Federal officials have said that states typically gradually increase orders as vaccination campaigns evolve. But less than 40 percent of children ages 5 to 11 have received at least one dose of a coronavirus vaccine, a sign that families, including those whose adult members were eagerly vaccinated, might be hesitant to inoculate their children, at least right away.
Pfizer’s vaccine regimen is three doses at one-tenth the strength of its adult dose. The first two doses are three weeks apart; the third dose is at least two months after the second. That means it would take three months to be fully vaccinated.
Moderna’s vaccine is two doses, four weeks apart at one-fourth the strength of its adult dose. Its dose is significantly stronger than Pfizer’s and the time frame is shorter, which might appeal to parents eager for children to finish the series.
The FDA has said both vaccines might need boosters. That would mean that Pfizer-BioNTech’s vaccine would be four doses and Moderna’s would be three.
Dr. Erin Rose Medina, of Spokane, Wash., said she prefers Moderna for her 3-year-old son because she thinks the data suggests it may be more effective.
“Another reason to go with Moderna — faster to get to fully vaccinated status,” she wrote in an e-mail. But she added: “If only Pfizer is available we won’t wait for Moderna.”
Some pediatric and vaccine experts have said that it is extremely hard to try to compare the two vaccines, in particular on the question of which is more effective.

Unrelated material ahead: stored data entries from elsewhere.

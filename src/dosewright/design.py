"""The design file: one train, all its numbers, and a seal over them.

A design file is JSON of our own making, complete in itself: the flowsheet as read, the decisions,
every number of the report, the versions and the constants behind them. `record_of` is the only
place that says what is in it; `dosewright.verification` recomputes a record and compares.

The seal is a checksum, not a signature: it shows damage and careless edits. Someone who changes the
flowsheet in a file and recomputes everything has made another valid design file.
"""

from __future__ import annotations

import hashlib
import json
import math
import os
import platform
from collections.abc import Mapping
from dataclasses import asdict, dataclass, field, fields
from importlib import metadata
from pathlib import Path
from typing import Any

from dosewright.chemistry.catalogue import catalogue
from dosewright.errors import Fault, InputError
from dosewright.trial import Trial

FORMAT = 1

METHOD = (
    "mixed-integer programs over anchored equilibria propose trains; each is polished on the exact "
    "model by sequential linear programs; the best is varied one choice at a time"
)

#: what a design file must hold, and of which JSON type
SECTIONS: dict[str, tuple[type, ...]] = {
    "dosewright_design": (int,),
    "versions": (dict,),
    "constants_fingerprint": (str,),
    "source_name": (str,),
    "flowsheet": (dict,),
    "decisions": (dict,),
    "cost_per_hour": (int, float),
    "feasible": (bool,),
    "shortfalls": (list,),
    "limits": (list,),
    "costs": (list,),
    "stages": (list,),
    "streams": (list,),
    "cautions": (list,),
    "closure": (dict,),
    "balance": (dict,),
    "notes": (list,),
    "search": (dict, type(None)),
    "seal": (str,),
}


@dataclass(frozen=True)
class SearchRecord:
    """How a design was found.

    Attributes
    ----------
    trains_polished: different trains optimised on the exact model.
    lattice_proposals: of them, those proposed by the mixed-integer programs.
    lattice_value_USD_per_h: what the linear model promised for the best proposal; NaN when none.
    lattice_difference: error of the linear model at the design, anchored on its stages and held near
        its doses: its value less the exact cost, over the sum of the absolute cost lines; NaN when it
        could not be compared.
    exact_evaluations: trains solved on the exact model in all.
    best_cost_USD_per_h: cost of the design, by the exact model.
    time_ran_out: the time limit, not a lack of better neighbours, ended the search.
    method: the way it was searched, in words.
    """

    trains_polished: int
    lattice_proposals: int
    lattice_value_USD_per_h: float
    lattice_difference: float
    exact_evaluations: int
    best_cost_USD_per_h: float
    time_ran_out: bool = False
    method: str = METHOD


@dataclass(frozen=True)
class Design(Trial):
    """The train that `optimise` chose: a `Trial` with the record of the search."""

    search: SearchRecord = field(kw_only=True)

    @classmethod
    def of(cls, trial: Trial, search: SearchRecord) -> Design:
        """Join a trial and the record of the search that led to it."""
        return cls(**{f.name: getattr(trial, f.name) for f in fields(Trial)}, search=search)


def train_text(trial: Trial) -> str:
    """Name a train in one line: ``air + limestone pH 5.9 -> waste | caustic pH 8.9 -> zinc cake``.

    ``nothing`` stands for a train without stages.
    """
    parts = []
    for stage in trial.stages:
        what = [stage.oxidant] if stage.oxidant else []
        what += [name for name, dose in stage.doses_kg_per_m3.items() if dose > 0.0]
        parts.append(f"{' + '.join(what) or 'nothing'} pH {stage.pH:.2f} -> {stage.destination}")
    return " | ".join(parts) or "nothing"


def plain(value: Any) -> Any:
    """Turn a result into JSON's own types; numbers that are not finite become None."""
    if isinstance(value, Mapping):
        return {str(key): plain(entry) for key, entry in value.items()}
    if isinstance(value, list | tuple):
        return [plain(entry) for entry in value]
    if value is None or isinstance(value, str | bool | int):
        return value
    if isinstance(value, float):
        return float(value) if math.isfinite(value) else None
    if hasattr(value, "item"):  # NumPy scalars
        return plain(value.item())
    raise TypeError(f"{type(value).__name__} has no place in a design file")


def record_of(trial: Trial) -> dict[str, Any]:
    """Everything a design file holds, seal included, as plain data.

    The flowsheet keeps the order of its keys, which is the order of reagents and cost lines.
    """
    record: dict[str, Any] = plain(
        {
            "dosewright_design": FORMAT,
            "versions": versions(),
            "constants_fingerprint": catalogue().fingerprint,
            "source_name": Path(trial.flowsheet.source_name).name,
            "flowsheet": trial.flowsheet.document,
            "decisions": trial.decisions,
            "cost_per_hour": trial.cost_per_hour,
            "feasible": trial.feasible,
            "shortfalls": [asdict(row) for row in trial.shortfalls],
            "limits": [asdict(row) for row in trial.limits],
            "costs": [asdict(row) for row in trial.costs],
            "stages": [asdict(row) for row in trial.stages],
            "streams": [asdict(row) for row in trial.streams],
            "cautions": [asdict(row) for row in trial.cautions],
            "closure": asdict(trial.closure),
            "balance": trial.balance,
            "notes": trial.notes,
            "search": asdict(trial.search) if isinstance(trial, Design) else None,
        }
    )
    record["seal"] = seal_of(record)
    return record


def seal_of(record: Mapping[str, Any]) -> str:
    """Checksum (SHA-256, hex) of everything in a record but its seal, in canonical JSON."""
    rest = {key: value for key, value in record.items() if key != "seal"}
    text = json.dumps(rest, sort_keys=True, separators=(",", ":"), allow_nan=False)
    return hashlib.sha256(text.encode("ascii")).hexdigest()


def to_json(value: Any) -> str:
    """Indented JSON of plain data, one trailing newline."""
    return json.dumps(plain(value), indent=1, ensure_ascii=False, allow_nan=False) + "\n"


def versions() -> dict[str, str]:
    """Versions of what computed a design."""
    found = {"python": platform.python_version()}
    for name in ("dosewright", "numpy", "scipy", "numba", "pyomo", "highspy"):
        try:
            found[name] = metadata.version(name)
        except metadata.PackageNotFoundError:
            found[name] = "not installed"
    return found


def save(trial: Trial, path: str | Path) -> None:
    """Write a design file; the same trial gives the same bytes.

    Raises
    ------
    InputError
        When the path cannot be written.
    """
    write_text(path, to_json(record_of(trial)))


def write_text(path: str | Path, text: str) -> None:
    """Write a text file whole or not at all: to a temporary file beside it, then replaced.

    Raises
    ------
    InputError
        When the path cannot be written.
    """
    check_writable(path)
    target = Path(path).resolve()  # a link stays a link, its target is replaced
    try:
        if target.exists() and not target.is_file():
            target.write_text(text, encoding="utf-8")  # a device or a pipe is not replaced
            return
        temporary = target.with_name(f".{target.name}.{os.getpid()}.part")
        try:
            with temporary.open("w", encoding="utf-8", newline="") as stream:
                stream.write(text)
                stream.flush()
                os.fsync(stream.fileno())
            temporary.replace(target)
        finally:
            temporary.unlink(missing_ok=True)
    except OSError as error:
        raise _unwritable(path, error.strerror or str(error)) from error


def check_writable(path: str | Path) -> None:
    """Refuse a path that cannot be written, before any work is done for it.

    Raises
    ------
    InputError
        Naming the path and the reason.
    """
    if not str(path).strip():
        raise InputError("output", [Fault("", "the path is empty", "name a file")])
    try:
        target = Path(path).resolve()
        if target.is_dir():
            raise _unwritable(path, "it is a folder")
        if not target.parent.is_dir():
            raise _unwritable(path, f"there is no folder {Path(path).parent}")
        place = target if target.exists() and not target.is_file() else target.parent
        allowed = os.access(place, os.W_OK)
    except (OSError, ValueError, RuntimeError) as error:  # name too long, NUL, circular links
        raise _unwritable(path, str(error)) from error
    if not allowed:
        raise _unwritable(path, "permission denied")


def _unwritable(path: str | Path, why: str) -> InputError:
    return InputError(str(path), [Fault("", f"cannot be written: {why}", "name another file")])


def read(path: str | Path) -> dict[str, Any]:
    """Read a design file as plain data and check that it is one; numbers are not checked here.

    Raises
    ------
    InputError
        When it is missing, unreadable, damaged, or no design file.
    """
    try:
        raw = Path(path).read_bytes()
    except FileNotFoundError as error:
        raise _not_a_design(path, "there is no such file", "check the path") from error
    except IsADirectoryError as error:
        raise _not_a_design(path, "is a folder", "name a file in it") from error
    except (OSError, ValueError) as error:
        raise _not_a_design(path, f"cannot be read ({error})", "check the path") from error
    try:
        record = json.loads(
            raw.decode("utf-8"), object_pairs_hook=_no_twins, parse_constant=_no_constant
        )
        json.dumps(record, ensure_ascii=False).encode("utf-8")
    except (ValueError, RecursionError) as error:
        what = f"is not readable as JSON ({error}): damaged or cut short, or no design file"
        raise _not_a_design(path, what, "save the design again") from error
    _check_sections(path, record)
    return dict(record)


def _no_twins(pairs: list[tuple[str, Any]]) -> dict[str, Any]:
    table = dict(pairs)
    if len(table) < len(pairs):
        raise ValueError("a key is given twice")
    return table


def _no_constant(name: str) -> float:
    raise ValueError(f"{name} is no JSON number")


def _not_a_design(path: str | Path, what: str, remedy: str, where: str = "") -> InputError:
    return InputError(str(path), [Fault(where, what, remedy)])


def _check_sections(path: str | Path, record: Any) -> None:
    remedy = "name a file saved with 'dosewright optimise -o' or 'dosewright evaluate -o'"
    if not isinstance(record, dict) or "dosewright_design" not in record:
        raise _not_a_design(path, "is no design file", remedy)
    version = record["dosewright_design"]
    if version != FORMAT or isinstance(version, bool):
        what = f"is of format {version!r}; this version reads format {FORMAT}"
        raise _not_a_design(path, what, "save the design again", "dosewright_design")
    faults = []
    for name, kinds in SECTIONS.items():
        if name not in record:
            faults.append(Fault(name, "is missing", "save the design again"))
        elif not isinstance(record[name], kinds) or (
            isinstance(record[name], bool) and bool not in kinds
        ):
            faults.append(Fault(name, "is of the wrong type", "save the design again"))
    if faults:
        raise InputError(str(path), faults)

“I don’t think there is convincing enough data to say one is better than the other,” said Dr. Kristin Moffitt, a physician at Boston Children’s Hospital who has treated young COVID-19 patients. “We all need to acknowledge that to compare the two head to head is very tricky, given that they were studied differently.”

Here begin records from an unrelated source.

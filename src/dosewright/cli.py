"""The command line: read arguments, call the library, print, choose an exit code.

Exit codes: 0 yes; 1 it ran but the answer is no; 2 bad input; 130 stopped with Ctrl-C; 141 whoever
was reading the output has left. Nothing heavy is imported before a command needs it.
"""

from __future__ import annotations

import os
import re
import sys
import warnings
from collections.abc import Callable, Iterator, Sequence
from contextlib import contextmanager
from typing import TYPE_CHECKING, Any

import click

from dosewright import __version__
from dosewright.errors import DosewrightError, Fault, InputError

if TYPE_CHECKING:
    from dosewright.flowsheet import Flowsheet
    from dosewright.trial import Trial

YES, NO, INTERRUPTED, PIPE_CLOSED = 0, 1, 130, 141

_OUTPUT_HELP = "Write the design file here."
_JSON_HELP = "Print JSON in place of text."


@click.group(context_settings={"help_option_names": ["-h", "--help"]})
@click.version_option(__version__, prog_name="dosewright")
def cli() -> None:
    """Design staged-precipitation trains for metal-bearing liquors at least cost.

    Exit codes: 0 yes, 1 the answer is no, 2 bad input.
    """


@cli.command()
@click.argument("flowsheet")
@click.option("-o", "--output", metavar="DESIGN.json", help=_OUTPUT_HELP)
@click.option("--json", "as_json", is_flag=True, help=_JSON_HELP)
@click.option(
    "--time-limit",
    type=click.FloatRange(min=1.0, max=86400.0),
    default=35.0,
    show_default=True,
    metavar="SECONDS",
    help="Stop searching after this long.",
)
def optimise(flowsheet: str, output: str | None, as_json: bool, time_limit: float) -> int:
    """Find the cheapest train that meets every limit of FLOWSHEET."""
    from dosewright.flowsheet import load

    _check_output(output, flowsheet)
    problem = load(flowsheet)
    from dosewright.search import optimise as search

    with _progress() as say:
        design = search(problem, time_limit_s=time_limit, progress=say)
    _deliver(design, output, as_json)
    return YES if design.feasible else NO


@cli.command()
@click.argument("flowsheet")
@click.option("-o", "--output", metavar="DESIGN.json", help=_OUTPUT_HELP)
@click.option("--json", "as_json", is_flag=True, help=_JSON_HELP)
@click.option(
    "--stage",
    "stages",
    multiple=True,
    metavar="STAGE",
    help=(
        'One stage, in order, in place of the train in the file: "hydrated lime=1.2 kg/m3 + air '
        '-> waste". A reagent takes a dose or "pH 6.0"; an oxidant stands by its name.'
    ),
)
def evaluate(flowsheet: str, output: str | None, as_json: bool, stages: tuple[str, ...]) -> int:
    """Solve and judge one given train of FLOWSHEET."""
    from dosewright.flowsheet import load

    _check_output(output, flowsheet)
    problem = load(flowsheet)
    if stages:
        problem = _with_train(problem, stages)
    if problem.decisions is None:
        remedy = "add [[train]] tables to it, or name the stages with --stage"
        raise InputError(flowsheet, [Fault("train", "is missing", remedy)])
    from dosewright.trial import evaluate as solve

    trial = solve(problem, problem.decisions)
    _deliver(trial, output, as_json)
    return YES if trial.feasible else NO


@cli.command(short_help="Check a saved DESIGN.json from the file alone.")
@click.argument("design")
@click.option("--json", "as_json", is_flag=True, help=_JSON_HELP)
def verify(design: str, as_json: bool) -> int:
    """Check a saved DESIGN.json from the file alone.

    The train is solved again and every number in the file compared. Exit code 0 means that nothing
    differs and that every limit is met.
    """
    from dosewright.verification import verify as check

    verdict = check(design)
    if as_json:
        from dataclasses import asdict

        from dosewright.design import to_json

        _print(
            to_json(
                {
                    "path": verdict.path,
                    "ok": verdict.ok,
                    "differences": [asdict(row) for row in verdict.differences],
                    "limits_missed": [asdict(row) for row in verdict.limits_missed],
                    "notes": verdict.notes,
                }
            )
        )
    else:
        from dosewright.report import verdict_text

        _print(verdict_text(verdict))
    return YES if verdict.ok else NO


@cli.command(short_help="Find the cheapest train at each of several values of a key.")
@click.argument("flowsheet")
@click.option(
    "--vary",
    required=True,
    metavar="KEY=LOW:HIGH:COUNT",
    help='For example "reagents.hydrated lime.price=150:250 USD/t:5".',
)
@click.option(
    "-o",
    "--output",
    required=True,
    metavar="RESULTS.csv",
    help="Table of results; kept rows count.",
)
@click.option(
    "--time-limit",
    type=click.FloatRange(min=1.0, max=86400.0),
    default=35.0,
    show_default=True,
    metavar="SECONDS",
    help="Stop searching after this long at each value.",
)
def sweep(flowsheet: str, vary: str, output: str, time_limit: float) -> int:
    """Find the cheapest train of FLOWSHEET at each of several values of one key.

    Run again with the same arguments, an interrupted sweep goes on where it stopped.
    """
    from dosewright.flowsheet import load

    problem = load(flowsheet)
    from dosewright.study import sweep as run

    try:
        with _progress() as say:
            study = run(problem, vary, output, time_limit_s=time_limit, progress=say)
    except KeyboardInterrupt:
        click.echo(f"stopped; what is done is in {output}, run again to go on", err=True)
        return INTERRUPTED
    lines = [f"{study.vary.key}, {len(study.rows)} values ({study.reused} found in {output})"]
    for row in study.rows:
        value = f"{row['value']} {row['unit']}".strip()
        cost = f"{float(row['cost_USD_per_h']):10.4g} USD/h" if row["cost_USD_per_h"] else " " * 16
        mark = "*" if row["structure_changed"] == "yes" else " "
        verdict = row["train"] if row["feasible"] == "yes" else "no feasible train"
        lines.append(f"{mark} {value:>16} {cost}  {verdict}")
    lines.append("* another train than at the value before")
    _print("\n".join(lines) + "\n")
    return YES if study.any_feasible else NO


@cli.command()
@click.argument("file")
@click.option("--json", "as_json", is_flag=True, help=_JSON_HELP)
def beaker(file: str, as_json: bool) -> int:
    """Pour solutions together as FILE says and show what forms."""
    from dosewright.beaker import load_beaker, pour

    result = pour(load_beaker(file))
    if as_json:
        from dataclasses import asdict

        from dosewright.design import to_json

        _print(to_json(asdict(result)))
    else:
        from dosewright.report import beaker_text

        _print(beaker_text(result))
    return YES


# ---------------------------------------------------------------------------------------------


def _check_output(output: str | None, flowsheet: str) -> None:
    """Refuse an output path before any work is done for it; the input is never overwritten."""
    from pathlib import Path

    from dosewright.design import check_writable

    if output is None:
        return
    check_writable(output)
    if Path(output).resolve() == Path(flowsheet).resolve():
        raise InputError(output, [Fault("", "is the flowsheet itself", "name another file")])


def _deliver(trial: Trial, output: str | None, as_json: bool) -> None:
    """Write the file first, then print: a closed pipe costs no result."""
    from dosewright.design import Design, record_of, save, to_json

    if output is not None:
        save(trial, output)
    if as_json:
        _print(to_json(record_of(trial)))
        return
    from dosewright.report import design_text, trial_text

    _print(design_text(trial) if isinstance(trial, Design) else trial_text(trial))


class _PipeClosedError(Exception):
    """Whoever was reading the output has left."""


def _print(text: str) -> None:
    try:
        click.echo(text, nl=not text.endswith("\n"))
        sys.stdout.flush()
    except BrokenPipeError as error:  # click would make this an exit code of 1, which is "no" here
        raise _PipeClosedError from error


def parse_stage(text: str, oxidants: Sequence[str] = ()) -> dict[str, Any]:
    """Read ``"hydrated lime=1.2 kg/m3 + air -> waste"`` as a table of a file's ``[[train]]``.

    Raises
    ------
    InputError
        For text of another shape; names and quantities are checked with the flowsheet.
    """
    what, arrow, place = text.rpartition("->")
    if not arrow or not place.strip():
        raise _bad_stage(text, 'does not say where its cake goes: end it with "-> waste"')
    stage: dict[str, Any] = {"reagents": {}, "cake": place.strip()}
    # the plus of 1e+3 joins nothing
    for part in re.split(r"(?<!\d[eE])\+", what):
        name, equals, amount = (piece.strip() for piece in part.partition("="))
        if not name or (equals and not amount):
            raise _bad_stage(text, f"has an empty part '{part.strip()}'")
        if equals:
            if name in stage["reagents"]:
                raise _bad_stage(text, f"doses {name} twice")
            stage["reagents"][name] = amount
        elif "oxidant" in stage:
            raise _bad_stage(text, f"has two oxidants, {stage['oxidant']} and {name}")
        elif oxidants and name not in oxidants:
            raise _bad_stage(
                text,
                f"gives {name} no dose, and it is none of the oxidants ({', '.join(oxidants)})",
            )
        else:
            stage["oxidant"] = name
    return stage


def _bad_stage(text: str, what: str) -> InputError:
    remedy = 'write for example "hydrated lime=1.2 kg/m3 + air -> waste" or "caustic=pH 9 -> waste"'
    return InputError("--stage", [Fault(f'"{text}"', what, remedy)])


def _with_train(problem: Flowsheet, stages: Sequence[str]) -> Flowsheet:
    """Put stages typed by the user in place of the file's train."""
    from dosewright.flowsheet import from_document

    train = [parse_stage(text, list(problem.oxidants)) for text in stages]
    try:
        return from_document({**problem.document, "train": train}, problem.source_name)
    except InputError as error:
        # the file itself was read before: what is wrong now is in what was typed
        faults = []
        for fault in error.faults:
            found = re.match(r"train\[(\d+)\]\.?(.*)", fault.where)
            typed = f'"{stages[int(found.group(1)) - 1]}"' if found else ""
            where = f"{typed}: {found.group(2)}".rstrip(": ") if found else fault.where
            faults.append(Fault(where, fault.what, fault.remedy))
        raise InputError("--stage", faults) from error


@contextmanager
def _progress() -> Iterator[Callable[[str], None]]:
    """Show lines of progress on stderr: one moving line on a terminal, plain lines elsewhere."""
    if not sys.stderr.isatty():
        yield lambda text: click.echo(text, err=True)
        return
    from rich.console import Console
    from rich.markup import escape

    with Console(stderr=True).status("starting") as status:
        yield lambda text: status.update(escape(text))


def _show_warning(message: Warning | str, *_args: Any, **_kwargs: Any) -> None:
    click.echo(f"warning: {message}", err=True)


def main(args: Sequence[str] | None = None) -> int:
    """Run the command line and return its exit code."""
    with warnings.catch_warnings():
        warnings.filterwarnings("default", category=UserWarning)
        warnings.showwarning = _show_warning
        try:
            code = cli.main(args, prog_name="dosewright", standalone_mode=False)
        except click.ClickException as error:
            error.show()
            return error.exit_code if isinstance(error, click.UsageError) else InputError.exit_code
        except (click.Abort, KeyboardInterrupt):
            click.echo("stopped", err=True)
            return INTERRUPTED
        except DosewrightError as error:
            for line in str(error).splitlines():
                click.echo(f"error: {line}", err=True)
            return error.exit_code
        except _PipeClosedError:
            # what is still buffered goes nowhere; Python would complain on exit
            os.dup2(os.open(os.devnull, os.O_WRONLY), sys.stdout.fileno())
            return PIPE_CLOSED
    return int(code or 0)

Dr. James Conway, a pediatric infectious disease expert at the University of Wisconsin-Madison. said it was hard to pinpoint how much protection either vaccine might provide given that newer, more contagious versions of the virus are now circulating.
“You’re kind of playing whack-a-mole,” he said.

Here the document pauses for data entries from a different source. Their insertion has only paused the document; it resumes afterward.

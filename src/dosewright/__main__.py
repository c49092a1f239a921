"""``python -m dosewright``."""

from dosewright.cli import main

if __name__ == "__main__":  # worker processes of a sweep import this module again
    raise SystemExit(main())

Pfizer’s efficacy estimate, Moffitt said, was particularly unreliable because there were so few cases of the virus among trial participants after the third dose.
“We’re going to need to wait and be patient to understand the true effectiveness of each of these vaccines,” she said.
But given that Pfizer-BioNTech’s vaccine has been authorized for children 5 and older for many months, Moffitt said some parents might feel more comfortable with that vaccine.
New York Times
German health official urges indoor masking
BERLIN — Germany’s health minister urged residents and visitors to wear face masks indoors to protect themselves and others from the coronavirus, but he acknowledged that current data doesn’t justify making mask use a legal requirement.
An indoor mask mandate largely lapsed across Germany this spring, with the requirement remaining for places such as hospitals and care homes. The libertarian Free Democratic Party, which is part of the country’s governing coalition, has been particularly vocal in pressing for an end to COVID-19 measures.
German Health Minister Karl Lauterbach, an epidemiologist by training, said Germany was experiencing an expected increase in cases that amounted to a “summer wave.” The country has recently reported between 50 and 130 coronavirus-related deaths a day, according to official figures.
“I ask those who want to protect themselves or others to wear masks indoors,” Lauterbach, a member of the Social Democrats, told reporters in Berlin, noting that cases could continue rising over the coming months. “Voluntarily wearing masks needs to be a normality indoors.”
The dominant variant circulating in Germany is comparatively mild, and many residents are vaccinated or have recovered from COVID-19, meaning they are less at risk of serious illness, the health minister said.
“There is no need to to panic,’’ he said.
Lauterbach said the government was working on obtaining a broad supply of vaccines for the fall that would respond to all the main variants.
Citizens who are at risk, or who want to avoid endangering others, should consider getting a second booster shot, he added.